Etika situasi berdasarkan pembahasan diatas, maka saya dapat memberikan penilaian

dan keberatan etis seperti berikut:

• Etika situasi ini hanya mengakui satu norma moral yaitu cinta kasih sehingga saya

menilai buruk, karena segala sesuatu dapat dinilai benar dan baik dilihat dari situasi

dan cinta kasih.


• Etika situasi ini juga bertengtangan dengan Alkitab, seperti: “Janganlah kamu

berhutang apa-apa kepada siapa pun juga, kecuali saling mengasihi” (Roma 13:8)

dalam Etika Situasi ini tidak menjadikan perintah Yesus.

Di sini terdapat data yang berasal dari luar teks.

import { describe, expect, test } from 'vitest';
import { emptyAnswers, firstAssembly } from '../../../shared/first-assembly.js';
import { assemblyDocumentSchema, type AssemblyDocumentInput } from '../../../shared/schemas/assembly.js';
import type { MaterialVersion } from '../../../shared/schemas/reference-lists.js';
import type { Material } from '../../../shared/schemas/material.js';
import {
  addBoard,
  addPart,
  addPlate,
  addScenario,
  addSupply,
  removeCarrier,
  removePart,
  removeScenario,
  removeSupply,
  scenarioTemplates,
} from '../../../src/components/sheet/document-edits.js';
import { answersOf, emptyForm, formFrom } from '../../../src/components/sheet/first-form.js';
import { aluminium, lampInput, petg } from '../../engine/fixtures.js';

const version = (n: number) => `00000000-0000-4000-8000-${String(n).padStart(12, '0')}`;
const row = (n: number, content: Material): MaterialVersion => ({
  id: version(n),
  version: version(n + 100),
  number: 1,
  origin: 'reference',
  content,
});
const materials = [
  row(1, { ...petg, slug: 'petg', name: 'PETG, print' }),
  row(2, { ...aluminium, slug: 'aluminium-6060', name: 'Aluminium' }),
  row(3, { ...aluminium, slug: 'fr4', name: 'Laminate', group: 'laminate' }),
  row(4, { ...aluminium, slug: 'copper', name: 'Copper' }),
];

function valid(document: AssemblyDocumentInput): AssemblyDocumentInput {
  expect(assemblyDocumentSchema.safeParse(document).error?.issues ?? []).toEqual([]);
  return document;
}

describe('edits of the document as a whole', () => {
  test('what is added is valid as it comes, with ids of its own', () => {
    let document = valid(lampInput);
    for (let i = 0; i < 3; i += 1) {
      document = valid(addPart(document));
      document = valid(addPlate(document, materials));
      document = valid(addBoard(document, materials));
      document = valid(addSupply(document));
    }
    for (const list of [document.parts, document.carriers ?? [], document.supplies ?? []]) {
      const ids = list.map(({ id }) => id);
      expect(new Set(ids).size).toBe(ids.length);
    }
  });

  test.each(scenarioTemplates)('the scenario “$name” is valid, also twice', (template) => {
    const twice = valid(addScenario(addScenario(lampInput, template), template));
    expect(new Set(twice.scenarios.map(({ id }) => id)).size).toBe(4);
    expect(removeScenario(twice, 3).scenarios).toHaveLength(3);
  });

  test('parts of a removed plate stand on its wall', () => {
    const document = valid(removeCarrier(lampInput, 0));
    expect(document.parts.map(({ mount }) => mount.on)).toEqual(['face.top', 'face.top']);
  });

  test('parts of a removed supply are fed by nothing, and the drive forgets what is gone', () => {
    const document = valid(removeSupply({ ...lampInput, drive: { supply: 'drive' } }, 0));
    expect(document.parts.map(({ supply }) => supply)).toEqual([null, null]);
    expect(document.drive).toBeNull();
    const driven = valid(removePart({ ...lampInput, drive: { parts: ['left'] } }, 0));
    expect(driven.drive).toBeNull();
    expect(driven.parts.map(({ id }) => id)).toEqual(['right']);
  });
});

describe('the eight questions as typed', () => {
  const answers = (change: Partial<ReturnType<typeof emptyForm>>) =>
    answersOf({ ...emptyForm(), ...change }, materials, undefined);

  test('a wall in words gives material and print settings; a chosen material wins', () => {
    expect(answers({ walls: 'PETG, 3 walls, 20 % infill' })).toMatchObject({
      material: version(101),
      printed: true,
      print: { perimeters: 3, infillShare: 0.2 },
    });
    expect(answers({ walls: 'PETG, 3 walls', material: version(102) }).material).toBe(version(102));
  });

  test('metal is not taken as printed, an unknown material is', () => {
    expect(answers({ material: version(102) }).printed).toBe(false);
    expect(answers({ walls: '2 mm aluminium' })).toMatchObject({ printed: false, wallM: 0.002 });
    expect(answers({}).printed).toBe(true);
  });

  test('what cannot be read counts as not known, and the document stays valid', () => {
    const typed = answers({ size: 'rather big', heatW: 'lots', airC: '12 apples', touched: 'sometimes', sun: 'maybe' });
    expect(typed).toMatchObject({ sizeM: null, heatW: null, airC: null, touched: null, sun: null });
    valid(firstAssembly(typed, { materials, partTypes: [] }).document);
  });

  test('a form kept in the browser comes back; anything else is an empty form', () => {
    expect(formFrom(JSON.stringify({ ...emptyForm(), size: '1 x 2 x 3' })).size).toBe('1 x 2 x 3');
    for (const broken of [null, '', '{', 'null', '3']) expect(formFrom(broken)).toEqual(emptyForm());
  });

  test('nothing at all makes a valid document', () => {
    valid(firstAssembly(emptyAnswers(), { materials, partTypes: [] }).document);
  });
});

• Etika situasi ini juga menekankan kasih. Tetapi kasih yang bertentangan dengan kasih

kristiani. Karena kasih dalam etika situasi ini mengabaikan hukum-hukum lainnya.

Simpulan

Bahwa ETIKA SITUASI mengajak kita agar tidak sekedar menjiplak norma-norma

yang sudah ada untuk diterapkan begitu saja pada semua kasus, pantas diterima. Namun

melawan etika situasi harus dipertahankan bahwa terhadap norma-norma umum ( sama

seperti ada juga situasi ”umum”, tidak setiap situasi serba lain); norma-norma abstrak berlaku

mutlak, sedangkan norma-norma umum konkret hanya berlaku sebagai patokan yang pada

umumnya perlu diikuti. Meskipun demikian harus diakui bahwa norma-norma umum itu

tidak pernah mencukupi utk memastikan bagaimana seseorang harus bertindak dalam situasi

konret. Argumen yang sama bisa diterapkan juga melawan RELATIVISME MORAL

KULTURAL yang melihat masalah moral sebagai masalah ”kebiasaan” faktual deskriptif

saja, padahal dari das Sein (kenyataannya) tidak dengan sendirinya berarti das Sollen (yang

seharusnya). Fakta bahwa ada korupsi yang sudah jadi kebiasaan, sama sekali tidak berarti

bahwa orang seharusnya (artinya:boleh) berbuat korupsi.

Daftar Pustaka

Magnis Suseno, Franz (2006). “Etika Abad Ke-20”, Yogyakarta: Penerbit Kanisius.